Exercise goal
For the entries below, the expected answer is the line with "onState: (position: number, state: SaveState)", the line with "const retry = ()", and every line between them, exactly as written, and nothing more.

= Beginning of Section =

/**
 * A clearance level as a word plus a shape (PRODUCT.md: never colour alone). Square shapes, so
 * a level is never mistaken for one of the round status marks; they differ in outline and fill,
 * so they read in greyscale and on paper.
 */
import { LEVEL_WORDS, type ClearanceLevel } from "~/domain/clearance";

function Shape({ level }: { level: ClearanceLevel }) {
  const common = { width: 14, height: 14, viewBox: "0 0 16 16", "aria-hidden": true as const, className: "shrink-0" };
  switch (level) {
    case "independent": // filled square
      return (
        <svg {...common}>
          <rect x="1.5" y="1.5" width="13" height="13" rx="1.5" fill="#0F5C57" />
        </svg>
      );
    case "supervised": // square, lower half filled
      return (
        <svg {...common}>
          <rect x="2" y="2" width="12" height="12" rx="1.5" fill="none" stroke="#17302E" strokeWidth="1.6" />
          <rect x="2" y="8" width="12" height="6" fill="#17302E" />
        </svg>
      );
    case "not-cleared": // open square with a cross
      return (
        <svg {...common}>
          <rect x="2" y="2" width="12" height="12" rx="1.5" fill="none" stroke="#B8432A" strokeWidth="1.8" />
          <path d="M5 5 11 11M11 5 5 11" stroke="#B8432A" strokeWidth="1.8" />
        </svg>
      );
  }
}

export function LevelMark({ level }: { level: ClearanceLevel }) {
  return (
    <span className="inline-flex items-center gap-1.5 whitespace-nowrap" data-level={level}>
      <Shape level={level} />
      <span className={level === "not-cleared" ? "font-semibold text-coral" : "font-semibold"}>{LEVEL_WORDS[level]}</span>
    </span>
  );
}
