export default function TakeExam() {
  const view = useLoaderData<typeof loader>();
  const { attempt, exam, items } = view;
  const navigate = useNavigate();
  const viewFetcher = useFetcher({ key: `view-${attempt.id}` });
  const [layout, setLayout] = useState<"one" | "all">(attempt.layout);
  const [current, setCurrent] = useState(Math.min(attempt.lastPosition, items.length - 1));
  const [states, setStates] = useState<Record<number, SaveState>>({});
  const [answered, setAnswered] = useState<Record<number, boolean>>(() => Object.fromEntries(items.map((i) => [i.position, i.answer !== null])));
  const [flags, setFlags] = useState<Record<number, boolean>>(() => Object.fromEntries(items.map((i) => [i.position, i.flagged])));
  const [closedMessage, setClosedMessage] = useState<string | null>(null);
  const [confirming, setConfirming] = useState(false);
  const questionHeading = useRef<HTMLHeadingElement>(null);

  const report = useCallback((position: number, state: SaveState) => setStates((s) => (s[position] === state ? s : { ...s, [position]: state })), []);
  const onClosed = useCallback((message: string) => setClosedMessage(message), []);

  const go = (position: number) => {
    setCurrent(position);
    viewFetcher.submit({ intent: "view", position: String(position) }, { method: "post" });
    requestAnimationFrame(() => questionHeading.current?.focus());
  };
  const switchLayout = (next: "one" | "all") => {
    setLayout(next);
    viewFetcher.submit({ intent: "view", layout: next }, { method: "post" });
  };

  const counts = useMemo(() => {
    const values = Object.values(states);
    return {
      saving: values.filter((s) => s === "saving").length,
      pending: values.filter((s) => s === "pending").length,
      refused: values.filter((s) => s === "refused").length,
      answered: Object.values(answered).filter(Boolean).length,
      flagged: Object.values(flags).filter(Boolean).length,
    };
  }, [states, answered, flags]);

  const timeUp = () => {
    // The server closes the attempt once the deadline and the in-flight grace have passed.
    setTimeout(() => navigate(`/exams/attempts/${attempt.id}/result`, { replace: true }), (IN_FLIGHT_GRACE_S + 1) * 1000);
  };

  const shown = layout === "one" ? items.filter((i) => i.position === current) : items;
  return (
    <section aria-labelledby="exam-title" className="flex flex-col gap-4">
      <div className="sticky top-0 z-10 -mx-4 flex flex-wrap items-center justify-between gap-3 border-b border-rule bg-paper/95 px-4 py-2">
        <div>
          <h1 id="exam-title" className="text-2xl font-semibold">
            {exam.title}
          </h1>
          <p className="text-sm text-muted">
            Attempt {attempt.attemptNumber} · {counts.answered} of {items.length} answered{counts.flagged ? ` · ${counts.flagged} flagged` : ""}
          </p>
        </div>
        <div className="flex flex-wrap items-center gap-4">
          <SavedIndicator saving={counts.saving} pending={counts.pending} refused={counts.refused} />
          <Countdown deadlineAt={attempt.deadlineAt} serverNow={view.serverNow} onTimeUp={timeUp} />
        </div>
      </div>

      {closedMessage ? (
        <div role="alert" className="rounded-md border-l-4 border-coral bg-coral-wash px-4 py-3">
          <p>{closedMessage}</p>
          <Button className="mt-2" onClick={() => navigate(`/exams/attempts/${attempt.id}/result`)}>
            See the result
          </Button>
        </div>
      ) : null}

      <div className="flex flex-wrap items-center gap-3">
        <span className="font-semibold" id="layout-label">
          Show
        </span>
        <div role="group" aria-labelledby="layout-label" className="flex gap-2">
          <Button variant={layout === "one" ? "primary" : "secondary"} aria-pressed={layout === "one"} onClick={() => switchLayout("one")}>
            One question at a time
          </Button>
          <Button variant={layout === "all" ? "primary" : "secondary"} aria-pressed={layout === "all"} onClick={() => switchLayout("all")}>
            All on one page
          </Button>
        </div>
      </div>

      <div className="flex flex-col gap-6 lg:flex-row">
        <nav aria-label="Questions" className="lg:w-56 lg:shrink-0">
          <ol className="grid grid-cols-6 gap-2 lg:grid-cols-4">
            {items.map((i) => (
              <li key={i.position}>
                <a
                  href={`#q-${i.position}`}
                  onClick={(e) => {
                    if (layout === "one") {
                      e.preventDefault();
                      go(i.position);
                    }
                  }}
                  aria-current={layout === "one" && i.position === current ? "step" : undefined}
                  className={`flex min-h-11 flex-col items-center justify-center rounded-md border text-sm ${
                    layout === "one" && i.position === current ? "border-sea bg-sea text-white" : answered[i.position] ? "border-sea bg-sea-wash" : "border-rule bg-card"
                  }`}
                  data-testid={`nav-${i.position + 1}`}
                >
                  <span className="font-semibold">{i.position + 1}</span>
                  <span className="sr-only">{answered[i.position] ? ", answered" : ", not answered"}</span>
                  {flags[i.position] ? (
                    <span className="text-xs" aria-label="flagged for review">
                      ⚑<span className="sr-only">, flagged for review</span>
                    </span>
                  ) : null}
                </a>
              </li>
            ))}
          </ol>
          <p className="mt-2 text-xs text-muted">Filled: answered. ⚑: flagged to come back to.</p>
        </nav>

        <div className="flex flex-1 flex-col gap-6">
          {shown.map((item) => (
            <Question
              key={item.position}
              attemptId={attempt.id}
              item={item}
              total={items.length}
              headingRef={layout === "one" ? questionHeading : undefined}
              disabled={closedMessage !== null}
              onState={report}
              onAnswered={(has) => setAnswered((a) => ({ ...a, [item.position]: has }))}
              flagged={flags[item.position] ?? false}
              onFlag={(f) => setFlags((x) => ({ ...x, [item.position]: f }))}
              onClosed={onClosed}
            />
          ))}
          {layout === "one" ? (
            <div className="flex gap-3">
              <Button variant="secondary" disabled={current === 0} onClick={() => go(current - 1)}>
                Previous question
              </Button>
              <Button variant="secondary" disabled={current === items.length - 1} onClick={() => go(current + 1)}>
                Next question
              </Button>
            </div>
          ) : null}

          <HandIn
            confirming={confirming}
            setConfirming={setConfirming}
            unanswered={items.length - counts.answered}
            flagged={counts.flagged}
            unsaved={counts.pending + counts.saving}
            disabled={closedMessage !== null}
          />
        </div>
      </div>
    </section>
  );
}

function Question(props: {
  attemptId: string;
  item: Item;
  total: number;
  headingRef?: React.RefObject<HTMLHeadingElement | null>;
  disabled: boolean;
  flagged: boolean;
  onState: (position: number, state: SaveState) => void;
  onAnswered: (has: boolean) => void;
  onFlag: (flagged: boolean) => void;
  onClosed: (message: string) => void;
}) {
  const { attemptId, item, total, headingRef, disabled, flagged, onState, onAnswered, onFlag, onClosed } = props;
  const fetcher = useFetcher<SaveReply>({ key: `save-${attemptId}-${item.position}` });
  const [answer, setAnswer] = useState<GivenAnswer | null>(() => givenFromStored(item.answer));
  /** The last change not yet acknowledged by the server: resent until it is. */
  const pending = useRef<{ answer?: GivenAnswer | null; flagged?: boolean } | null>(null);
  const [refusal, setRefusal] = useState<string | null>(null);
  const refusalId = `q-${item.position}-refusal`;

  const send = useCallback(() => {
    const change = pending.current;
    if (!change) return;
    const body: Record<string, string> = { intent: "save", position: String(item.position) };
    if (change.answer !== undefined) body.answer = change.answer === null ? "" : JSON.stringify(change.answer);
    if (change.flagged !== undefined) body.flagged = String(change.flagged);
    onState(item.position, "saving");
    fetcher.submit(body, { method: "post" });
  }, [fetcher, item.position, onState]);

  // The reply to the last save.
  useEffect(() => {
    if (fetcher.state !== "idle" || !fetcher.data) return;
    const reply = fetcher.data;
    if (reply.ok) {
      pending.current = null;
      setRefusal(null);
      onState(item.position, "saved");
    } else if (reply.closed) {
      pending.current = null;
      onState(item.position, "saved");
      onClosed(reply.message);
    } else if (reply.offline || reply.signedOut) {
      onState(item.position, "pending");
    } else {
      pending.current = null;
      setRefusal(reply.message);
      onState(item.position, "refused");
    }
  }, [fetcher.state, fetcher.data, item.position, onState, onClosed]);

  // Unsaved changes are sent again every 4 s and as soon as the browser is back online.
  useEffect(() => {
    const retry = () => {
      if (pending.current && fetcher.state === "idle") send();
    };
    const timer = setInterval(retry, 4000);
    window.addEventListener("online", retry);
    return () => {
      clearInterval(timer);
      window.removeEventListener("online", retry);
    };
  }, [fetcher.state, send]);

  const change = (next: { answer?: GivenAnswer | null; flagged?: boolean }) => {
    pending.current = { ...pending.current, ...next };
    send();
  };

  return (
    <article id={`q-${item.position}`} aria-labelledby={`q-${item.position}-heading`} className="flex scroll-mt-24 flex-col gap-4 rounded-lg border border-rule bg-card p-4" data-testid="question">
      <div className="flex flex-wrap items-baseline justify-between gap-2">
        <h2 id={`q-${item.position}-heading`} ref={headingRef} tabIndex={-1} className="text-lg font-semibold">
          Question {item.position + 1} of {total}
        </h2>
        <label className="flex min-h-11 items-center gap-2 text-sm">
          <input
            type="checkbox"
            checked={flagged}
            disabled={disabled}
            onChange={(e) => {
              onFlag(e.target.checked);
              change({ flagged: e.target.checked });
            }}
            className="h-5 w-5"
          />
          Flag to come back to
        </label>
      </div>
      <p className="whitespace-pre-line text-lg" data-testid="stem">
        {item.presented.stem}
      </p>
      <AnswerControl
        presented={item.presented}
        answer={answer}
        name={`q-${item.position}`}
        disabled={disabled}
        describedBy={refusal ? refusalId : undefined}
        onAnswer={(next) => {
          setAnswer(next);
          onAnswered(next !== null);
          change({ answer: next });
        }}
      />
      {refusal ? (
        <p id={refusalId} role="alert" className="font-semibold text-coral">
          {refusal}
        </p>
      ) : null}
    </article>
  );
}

= End of Section =

Task solution
  onState: (position: number, state: SaveState) => void;
  onAnswered: (has: boolean) => void;
  onFlag: (flagged: boolean) => void;
  onClosed: (message: string) => void;
}) {
  const { attemptId, item, total, headingRef, disabled, flagged, onState, onAnswered, onFlag, onClosed } = props;
  const fetcher = useFetcher<SaveReply>({ key: `save-${attemptId}-${item.position}` });
  const [answer, setAnswer] = useState<GivenAnswer | null>(() => givenFromStored(item.answer));
  /** The last change not yet acknowledged by the server: resent until it is. */
  const pending = useRef<{ answer?: GivenAnswer | null; flagged?: boolean } | null>(null);
  const [refusal, setRefusal] = useState<string | null>(null);
  const refusalId = `q-${item.position}-refusal`;

  const send = useCallback(() => {
    const change = pending.current;
    if (!change) return;
    const body: Record<string, string> = { intent: "save", position: String(item.position) };
    if (change.answer !== undefined) body.answer = change.answer === null ? "" : JSON.stringify(change.answer);
    if (change.flagged !== undefined) body.flagged = String(change.flagged);
    onState(item.position, "saving");
    fetcher.submit(body, { method: "post" });
  }, [fetcher, item.position, onState]);

  // The reply to the last save.
  useEffect(() => {
    if (fetcher.state !== "idle" || !fetcher.data) return;
    const reply = fetcher.data;
    if (reply.ok) {
      pending.current = null;
      setRefusal(null);
      onState(item.position, "saved");
    } else if (reply.closed) {
      pending.current = null;
      onState(item.position, "saved");
      onClosed(reply.message);
    } else if (reply.offline || reply.signedOut) {
      onState(item.position, "pending");
    } else {
      pending.current = null;
      setRefusal(reply.message);
      onState(item.position, "refused");
    }
  }, [fetcher.state, fetcher.data, item.position, onState, onClosed]);

  // Unsaved changes are sent again every 4 s and as soon as the browser is back online.
  useEffect(() => {
    const retry = () => {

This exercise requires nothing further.